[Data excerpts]
=== Begin Enclosure ===

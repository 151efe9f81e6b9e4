// Runs one task of one phase: checks that the phases before it are complete, does its share,
// writes its files atomically and its marker last. Running a task again redoes it from scratch and
// rewrites the same files, so a scheduler's retry is safe.
import { appendFileSync, mkdirSync } from "node:fs";
import { availableParallelism } from "node:os";
import { dirname, join } from "node:path";
import { SiftpackError } from "../errors.js";
import { loadHasher } from "../lib/hash.js";
import { BuildCache, cacheDirOf, type CacheReport } from "../cache/build-cache.js";
import { recordPool } from "../parallel/record-pool.js";
import { SignerPool } from "../dedup/pool.js";
import type { LoadedPipeline } from "../pipeline/load.js";
import type { Logger, StageContext } from "../types.js";
import type { Manifest } from "../output/manifest.js";
import type { Ledger } from "../output/ledger.js";
import { planPhases, shareOf, type PhasePlan } from "./plan.js";
import { collectorParams, openCollector, type Collector } from "./collect.js";
import { readUnit } from "./read-phase.js";
import { PassStages } from "./pass-phase.js";
import { bucketsPhase, clustersPhase, collectingPhase, exactPhase } from "./dedup-phases.js";
import { linesPhase, openLinesCollector } from "./lines-phase.js";
import type { StripRepeatedLinesOptions } from "../stages/strip-repeated-lines.js";
import { wholePhase } from "./whole-phase.js";
import { assemblePhase } from "./assemble.js";
import { planKey, recordsBefore, summaryFile, unitsOf, UnitOutput, type TaskEnv, type Unit } from "./unit-io.js";
import { clearTemporaries, logPath, markDone, markFailed, markStarted, phaseDir, requireDone, writeAtomic, type TaskDone } from "./workdir.js";

export interface TaskOptions {
  log: Logger;
  /** Threads for the per-record stages, the tokenizer and MinHash signing (default: the machine's cores). */
  workers?: number;
  /** Reuse the build cache beside the output (default true). */
  cache?: boolean;
  /** The plan to follow (default: the pipeline's, with its `cluster.tasks`). */
  plan?: PhasePlan;
  progress?: (counts: Ledger["counts"]) => void;
  /** Shared across the tasks of one local run, so its report covers them all. */
  buildCache?: BuildCache;
  /** The units of work, when the caller has listed them already (a local run lists them once). */
  units?: Unit[];
}

export interface TaskResult {
  done: TaskDone;
  /** Set by the assemble phase. */
  manifest?: Manifest;
}

/** The phase index of `name`, or an error listing the phases. */
export function phaseIndex(plan: PhasePlan, name: string): number {
  const k = plan.phases.findIndex((ph) => ph.name === name);
  if (k < 0) throw new SiftpackError("SP_USAGE", `no phase "${name}" in this plan; the phases are ${plan.phases.map((ph) => ph.name).join(", ")}`);
  return k;
}

/** A logger that also appends each line to the task's log file (for `status`). */
function teeLogger(log: Logger, path: string, phase: string, index: number): Logger {
  mkdirSync(dirname(path), { recursive: true });
  const line = (level: string) => (obj: object | string, msg?: string) => {
    const o = typeof obj === "string" ? { msg: obj } : { ...obj, ...(msg ? { msg } : {}) };
    appendFileSync(path, JSON.stringify({ time: new Date().toISOString(), level, phase, task: index, ...o }) + "\n");
    (log as unknown as Record<string, (o: object | string, m?: string) => void>)[level](obj, msg);
  };
  return { info: line("info"), warn: line("warn"), error: line("error"), debug: (o, m) => log.debug(o, m) };
}

export async function runTask(p: LoadedPipeline, phaseName: string, index: number, opts: TaskOptions): Promise<TaskResult> {
  const started = Date.now();
  await loadHasher();
  const plan = opts.plan ?? planPhases(p);
  const k = phaseIndex(plan, phaseName);
  const phase = plan.phases[k];
  if (!Number.isInteger(index) || index < 0 || index >= phase.tasks)
    throw new SiftpackError("SP_USAGE", `phase "${phase.name}" has ${phase.tasks} task${phase.tasks === 1 ? "" : "s"} (indexes 0–${phase.tasks - 1}); got index ${index}`);
  const units = opts.units ?? (await unitsOf(p));
  const key = planKey(p, units, plan);
  const work = plan.workDir;
  await writeAtomic(join(work, "plan.json"), JSON.stringify({ pipeline: plan.pipeline, outDir: plan.outDir, key, phases: plan.phases.map(({ name, tasks, summary }) => ({ name, tasks, summary })) }, null, 2) + "\n");
  const done = new Map<string, TaskDone[]>();
  for (const before of plan.phases.slice(0, k)) done.set(before.name, await requireDone(plan, key, before, phase.name));

  const log = teeLogger(opts.log, logPath(work, phase.name, index), phase.name, index);
  const threads = Math.max(1, opts.workers ?? availableParallelism());
  const env: TaskEnv = { p, plan, key, units, phase, index, done, log, threads };
  await markStarted(work, phase.name, index);
  await clearTemporaries(
    phaseDir(work, phase.name),
    phase.tasks === 1 ? undefined : shareOf(index, phase.tasks, phase.perFile ? units.length : plan.tasks),
  );
  const counts: Record<string, number> = {};
  const count = (name: string, n = 1) => (counts[name] = (counts[name] ?? 0) + n);
  const unitFacts: TaskDone["units"] = {};
  let files: string[] = [];
  const cache = opts.buildCache ?? new BuildCache(cacheDirOf(p.outDir), opts.cache ?? true);
  await cache.open();
  const before: CacheReport = JSON.parse(JSON.stringify(cache.report));
  let manifest: Manifest | undefined;
  try {
    log.info({ phase: phase.name, task: index, tasks: phase.tasks }, "task started");
    const does = phase.does;
    if (does.kind === "read" || does.kind === "pass") {
      const { from, to } = shareOf(index, phase.tasks, units.length);
      const params = does.collect ? collectorParams(does.collect, p.config.seed) : undefined;
      const signer = params ? new SignerPool(params, threads > 1 ? threads : 0) : undefined;
      const pool = does.kind === "read" ? recordPool({ stages: does.entries, baseDir: p.baseDir, seed: p.config.seed }, threads) : undefined;
      const stages = does.kind === "pass" ? await PassStages.create(does.entries, p.baseDir, p.config.seed, threads, cache) : undefined;
      try {
        for (let u = from; u < to; u++) {
          const collector: Collector | undefined = !does.collect
            ? undefined
            : does.collect.kind === "lines"
              ? await openLinesCollector(does.collect.entry.options as StripRepeatedLinesOptions, work, phase.name, u, plan.tasks, count)
              : await openCollector(does.collect, work, phase.name, u, p.config.seed, plan.tasks, signer);
          try {
            if (does.kind === "read") {
              const r = await readUnit(env, u, does.entries, pool!, cache, collector);
              for (const [name, n] of Object.entries(r.counts)) count(name, n);
              unitFacts[u] = { rows: r.rows, records: r.records, size: r.size, xxh64: r.xxh64, lines: r.lines };
            } else {
              const out = await UnitOutput.open(work, phase.name, u);
              const ctx: StageContext = { seed: p.config.seed, log, workDir: phaseDir(work, phase.name), addOutputFile: () => {}, count, drop: (r, reason, detail) => out.drop(r, reason, detail) };
              const summaries: unknown[] = [];
              try {
                for await (const r of stages!.run(recordsBefore(env, k, u, ctx.drop, count), ctx, summaries, units[u].range)) {
                  await collector?.add(r);
                  await out.add(r);
                }
                if (summaries.length > 0) await writeAtomic(summaryFile(work, phase.name, u), JSON.stringify(summaries) + "\n");
                await out.commit();
              } catch (err) {
                await out.abort();
                throw err;
              }
              unitFacts[u] = { records: out.records };
            }
            await collector?.finish();
          } catch (err) {
            await collector?.abort();
            throw err;
          }
        }
      } finally {
        await pool?.close();
        await stages?.close();
        await signer?.close();
      }
    } else if (does.kind === "exact") await exactPhase(env);
    else if (does.kind === "buckets") {
      const r = await bucketsPhase(env);
      log.info({ phase: phase.name, task: index, comparisons: r.compared, pairs: r.edges }, "bucket partitions joined");
    } else if (does.kind === "clusters") files = [await clustersPhase(env, count)];
    else if (does.kind === "lines") await linesPhase(env, collectingPhase(env, k), count);
    else if (does.kind === "whole") {
      const r = await wholePhase(env, does.entries, count);
      files = r.files;
      for (const [u, n] of r.records) unitFacts[u] = { records: n };
    } else manifest = await assemblePhase(env, { progress: opts.progress });
  } catch (err) {
    await markFailed(work, phase.name, index, (err as Error)?.message ?? String(err)).catch(() => {});
    // Into the task's log only: the caller reports the error itself.
    appendFileSync(logPath(work, phase.name, index), JSON.stringify({ time: new Date().toISOString(), level: "error", phase: phase.name, task: index, error: (err as Error)?.message ?? String(err), msg: "task failed" }) + "\n");
    throw err;
  }
  const report: CacheReport = {
    read: { reused: cache.report.read.reused - before.read.reused, computed: cache.report.read.computed - before.read.computed },
    tokens: {
      reused: cache.report.tokens.reused - before.tokens.reused,
      computed: cache.report.tokens.computed - before.tokens.computed,
      records_reused: cache.report.tokens.records_reused - before.tokens.records_reused,
      records_computed: cache.report.tokens.records_computed - before.tokens.records_computed,
    },
  };
  const d: TaskDone = { plan: key, phase: phase.name, index, tasks: phase.tasks, counts, units: unitFacts, files, cache: report, seconds: (Date.now() - started) / 1000 };
  await markDone(work, d);
  log.info({ phase: phase.name, task: index, seconds: d.seconds }, "task done");
  return { done: d, manifest };
}
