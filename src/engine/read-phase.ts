// The read phase: each input file of the task's share is read, mapped and run through the leading
// per-record stages (in batches on the worker pool), its fates written in row order to
// read/units/<u>.bin. The same file is the build cache's entry for it, so a rerun with the same
// file and settings links it instead of redoing the work. A file that cannot be read to its end fails
// the run here unless its source sets accept_truncated; accepted, the loss rides in the end frame.
import { open } from "node:fs/promises";
import { join } from "node:path";
import { readSourceFile, RecordMapper } from "../sources/source.js";
import { BuildCache } from "../cache/build-cache.js";
import { FrameWriter, readEnd, type UnitEvent, type UnitTruncation } from "../cache/record-events.js";
import { toolVersion } from "../output/manifest.js";
import { orderedMap } from "../parallel/pool.js";
import { BATCH_BYTES, BATCH_RECORDS, BATCHES_AHEAD, type RecordPool } from "../parallel/record-pool.js";
import { recordFailure } from "./record-failure.js";
import { STAGES } from "../stages/index.js";
import { crashPoint } from "../lib/crash-point.js";
import { hashFile, hex64, loadHasher } from "../lib/hash.js";
import { inputHashes } from "../cache/input-hashes.js";
import { SiftpackError, describeSystemError } from "../errors.js";
import type { StageEntry } from "../pipeline/config.js";
import { unitBytes, unitsFile, type TaskEnv } from "./unit-io.js";
import { AtomicStream, linkAtomic, linkOrCopy } from "./workdir.js";

export interface ReadUnitResult {
  rows: number;
  records: number;
  /** The whole file's size and XXH64, from the unit that starts the file (a later part leaves them out). */
  size?: number;
  xxh64?: string;
  /** Physical lines in a part of a file (later parts number their lines after the earlier parts' lines). */
  lines?: number;
  counts: Record<string, number>;
  /** The unit's input could not be read to its end (accepted by the source). */
  truncated?: UnitTruncation;
  /** The unit file's fingerprint: the cache key of what it was read from. */
  fp: string;
}

export async function readUnit(env: TaskEnv, u: number, entries: StageEntry[], pool: RecordPool, cache: BuildCache): Promise<ReadUnitResult> {
  const { p } = env;
  const unit = env.units[u];
  const spec = unit.source;
  const abs = join(p.baseDir, unit.path);
  const fail = (err: unknown): never => {
    throw new SiftpackError("SP_INPUT_MISSING", `source "${spec.name}": cannot read ${unit.path}: ${describeSystemError(err)}`, { cause: err });
  };
  // The whole file is hashed once, by its first unit; a later part is known by its own bytes.
  // Both are kept in the cache under the file's identity, so an unchanged input is not read again to hash it.
  const { whole, part } = await inputHashes(cache, abs, unit.range, async () => ({
    whole: !unit.range || unit.range.start === 0 ? await hashFile(abs).catch(fail) : undefined,
    part: unit.range ? await hashRange(abs, unit.range).catch(fail) : undefined,
  }));
  const key = BuildCache.key({
    range: unit.range ?? null,
    part: part?.xxh64 ?? null,
    unit: "read",
    // Bumped when what reading a file yields changes within a version (2: record frames, truncated files counted as loss; 3: default ids named by file and line; 4: a part keyed by its own bytes).
    reading: 4,
    siftpack: toolVersion(),
    source: spec,
    file: unit.path,
    // A part is known by its own bytes alone (its records number their rows and lines from its start):
    // rows appended to a file leave its earlier parts' entries valid.
    size: unit.range ? null : unit.size,
    xxh64: unit.range ? null : (whole?.xxh64 ?? null),
    seed: p.config.seed,
    // What a stage depends on beyond its options (a tokenizer file's content) is part of the key.
    prefix: entries.map((e) => ({ [e.name]: e.options, ...(STAGES[e.name].identity ? { identity: STAGES[e.name].identity!(e.options, p.baseDir) } : {}) })),
  });
  const out = unitsFile(env.plan.workDir, env.phase.name, u);
  const hit = await cache.lookup("read", key, ".bin");
  let end: Extract<UnitEvent, { k: "end" }> | undefined;
  if (hit) {
    cache.report.read.reused++;
    end = await readEnd(hit);
    if (!end) throw new SiftpackError("SP_OUTPUT", `cache entry ${hit} ends without its end marker; remove it and run again`);
    if (end.truncated && !spec.accept_truncated) throw truncatedError(env, u, end.truncated);
    await linkAtomic(hit, out);
    env.meter.records(end.rows);
    env.meter.bytes(unitBytes(unit));
  } else {
    cache.report.read.computed++;
    end = await computeUnit(env, u, pool, out);
    env.meter.bytes(unitBytes(unit));
    // The unit file is never written again once complete: the cache entry is a second name for it.
    const pending = cache.pending("read", key, ".bin");
    await linkOrCopy(out, pending.tmp);
    await pending.commit();
  }
  return { rows: end.rows, records: end.records, size: whole?.size, xxh64: whole?.xxh64, lines: part?.lines, counts: end.counts, fp: key, ...(end.truncated ? { truncated: end.truncated } : {}) };
}

async function computeUnit(env: TaskEnv, u: number, pool: RecordPool, path: string): Promise<Extract<UnitEvent, { k: "end" }>> {
  const unit = env.units[u];
  const spec = unit.source;
  const mapper = new RecordMapper(spec);
  const out = await AtomicStream.open(path);
  const counts: Record<string, number> = {};
  let records = 0;
  let truncated: UnitTruncation | undefined;
  env.meter.reading(join(env.p.baseDir, unit.path), unit.range?.start ?? 0, unitBytes(unit));
  // Rows as frames, cut into batches for the pool.
  async function* batches(): AsyncGenerator<Uint8Array> {
    const w = new FrameWriter(BATCH_BYTES + (BATCH_BYTES >> 2));
    let n = 0;
    for await (const item of readSourceFile(spec, env.p.baseDir, unit.path, mapper, unit.range)) {
      if (item.kind === "truncated") {
        // The file's last item; not a row, so no frame: it goes into the end frame.
        truncated = { rows_read: item.rows_read, ...item.truncated };
        continue;
      }
      const i = mapper.rows - 1;
      if (item.kind === "bad") w.bad(i, item.entry);
      else w.rec({ id: item.id, source: item.source, text: item.text, meta: item.meta, origin: item.origin, seq: i, ...(item.turns ? { turns: item.turns } : {}) });
      if (++n >= BATCH_RECORDS || w.length >= BATCH_BYTES) {
        yield w.take();
        n = 0;
      }
    }
    if (n > 0) yield w.take();
  }
  try {
    for await (const { result } of orderedMap(batches(), (b) => pool.submit(b), BATCHES_AHEAD)) {
      for (const [name, n] of Object.entries(result.counts)) counts[name] = (counts[name] ?? 0) + n;
      records += result.records;
      await out.write(result.frames);
      crashPoint("read");
      env.meter.records(result.rows);
    }
    if (truncated && !spec.accept_truncated) throw truncatedError(env, u, truncated);
    const w = new FrameWriter(1024);
    w.end(mapper.rows, records, counts, truncated);
    await out.write(w.take());
    await out.commit();
    return { k: "end", rows: mapper.rows, records, counts, ...(truncated ? { truncated } : {}) };
  } catch (err) {
    await out.abort();
    throw recordFailure(err);
  }
}

/**
 * The one-line error for a truncated input whose source does not accept it, e.g. `source "tickets":
 * tickets/2026-03.jsonl.gz is truncated (corrupt gzip data: unexpected end of file) after 1501 rows,
 * 40213 of 81920 bytes read; set accept_truncated: true on the source to build from what could be read`.
 */
export function truncatedError(env: TaskEnv, u: number, t: UnitTruncation): SiftpackError {
  const unit = env.units[u];
  const rows = (n: number) => `${n} row${n === 1 ? "" : "s"}`;
  const facts = [`after ${rows(t.rows_read)}${unit.range && unit.range.start > 0 ? ` of the part from byte ${unit.range.start}` : ""}`];
  if (t.rows_lost !== undefined) facts.push(`${rows(t.rows_lost)} lost`);
  if (t.bytes_read !== undefined && t.size !== undefined) facts.push(`${t.bytes_read} of ${t.size} bytes read`);
  return new SiftpackError(
    "SP_INPUT_FORMAT",
    `source "${unit.source.name}": ${unit.path} is truncated (${t.error}) ${facts.join(", ")}; set accept_truncated: true on the source to build from what could be read`,
  );
}

/** XXH64 and physical line count of bytes [start, end) of a file. */
async function hashRange(path: string, range: { start: number; end: number }): Promise<{ xxh64: string; lines: number }> {
  const api = await loadHasher();
  const h = api.create64(0n);
  const fh = await open(path, "r");
  let lines = 0;
  try {
    const buf = Buffer.allocUnsafe(1 << 20);
    for (let pos = range.start; pos < range.end; ) {
      const { bytesRead } = await fh.read(buf, 0, Math.min(buf.length, range.end - pos), pos);
      if (bytesRead === 0) break;
      const chunk = buf.subarray(0, bytesRead);
      h.update(chunk);
      for (let i = chunk.indexOf(10); i >= 0; i = chunk.indexOf(10, i + 1)) lines++;
      pos += bytesRead;
    }
  } finally {
    await fh.close();
  }
  return { xxh64: hex64(h.digest()), lines };
}
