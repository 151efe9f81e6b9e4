// A whole-stream phase (one task): stages that need every record in one instance read all input
// files' records in order; their output goes back out per file. Drops are held per file until the
// end, since a two-pass stage drops records of early files after reading late ones.
import { mkdir } from "node:fs/promises";
import { join } from "node:path";
import { STAGES } from "../stages/index.js";
import { createTokenize, type TokenizeOptions } from "../stages/tokenize.js";
import type { StageEntry } from "../pipeline/config.js";
import { SiftpackError } from "../errors.js";
import { dropEvent } from "../cache/record-events.js";
import type { DocRecord, StageContext } from "../types.js";
import { dropsFile, recordsBefore, UnitOutput, type TaskEnv } from "./unit-io.js";
import { writeAtomic } from "./workdir.js";

export async function wholePhase(env: TaskEnv, entries: StageEntry[], count: (name: string, n?: number) => void): Promise<{ files: string[]; records: Map<number, number> }> {
  const work = env.plan.workDir;
  const name = env.phase.name;
  const filesDir = join(work, name, "files");
  await mkdir(filesDir, { recursive: true });
  const unitByFile = new Map(env.units.map((u) => [`${u.source.name}\u0000${u.path}`, u.u]));
  const unitOf = (r: DocRecord) => {
    const u = unitByFile.get(`${r.source}\u0000${r.origin.file}`);
    if (u === undefined) throw new SiftpackError("SP_STAGE", `a stage produced record "${r.id}" of ${r.origin.file}, which is no input of source ${r.source}`);
    return u;
  };
  const drops = new Map<number, string[]>();
  const files: string[] = [];
  const ctx: StageContext = {
    seed: env.p.config.seed,
    log: env.log,
    workDir: filesDir,
    addOutputFile: (rel) => files.push(rel),
    count,
    drop: (r, reason, detail) => {
      const u = unitOf(r);
      let l = drops.get(u);
      if (!l) drops.set(u, (l = []));
      l.push(JSON.stringify(dropEvent(r, reason, detail)) + "\n");
    },
  };
  async function* all(): AsyncGenerator<DocRecord> {
    for (const unit of env.units) yield* recordsBefore(env, env.phase.index, unit.u, ctx.drop, count);
  }
  let stream: AsyncIterable<DocRecord> = all();
  for (const e of entries) {
    if (e.name === "tokenize") stream = createTokenize(e.options as TokenizeOptions, { baseDir: env.p.baseDir, workers: env.threads }).stage(stream, ctx);
    else stream = (await STAGES[e.name].create(e.options, { baseDir: env.p.baseDir, workers: env.threads }))(stream, ctx);
  }
  // Records come out in input order; each file's output is opened when its first record arrives.
  const records = new Map<number, number>();
  let current: { u: number; out: UnitOutput } | undefined;
  let next = 0;
  const openUpTo = async (u: number) => {
    if (current) {
      await current.out.commit();
      records.set(current.u, current.out.records);
      current = undefined;
    }
    for (; next < u; next++) {
      const empty = await UnitOutput.open(work, name, next);
      await empty.commit();
      records.set(next, 0);
    }
  };
  try {
    for await (const r of stream) {
      const u = unitOf(r);
      if (!current || current.u !== u) {
        if (u < next) throw new SiftpackError("SP_STAGE", `stage output is out of input order: record "${r.id}" of ${r.origin.file} came after records of later files`);
        await openUpTo(u);
        current = { u, out: await UnitOutput.open(work, name, u) };
        next = u + 1;
      }
      await current.out.add(r);
    }
    await openUpTo(env.units.length);
  } catch (err) {
    await current?.out.abort();
    throw err;
  }
  // The per-file outputs opened a drops file each; the drops gathered here replace them.
  for (const unit of env.units) await writeAtomic(dropsFile(work, name, unit.u), (drops.get(unit.u) ?? []).join(""));
  return { files, records };
}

=== End Enclosure ===

▶ _Exercise objective_: Reply with nothing but a number: how many lines of the entries above contain the string "reason"?

▶ _Reply to the task_: 3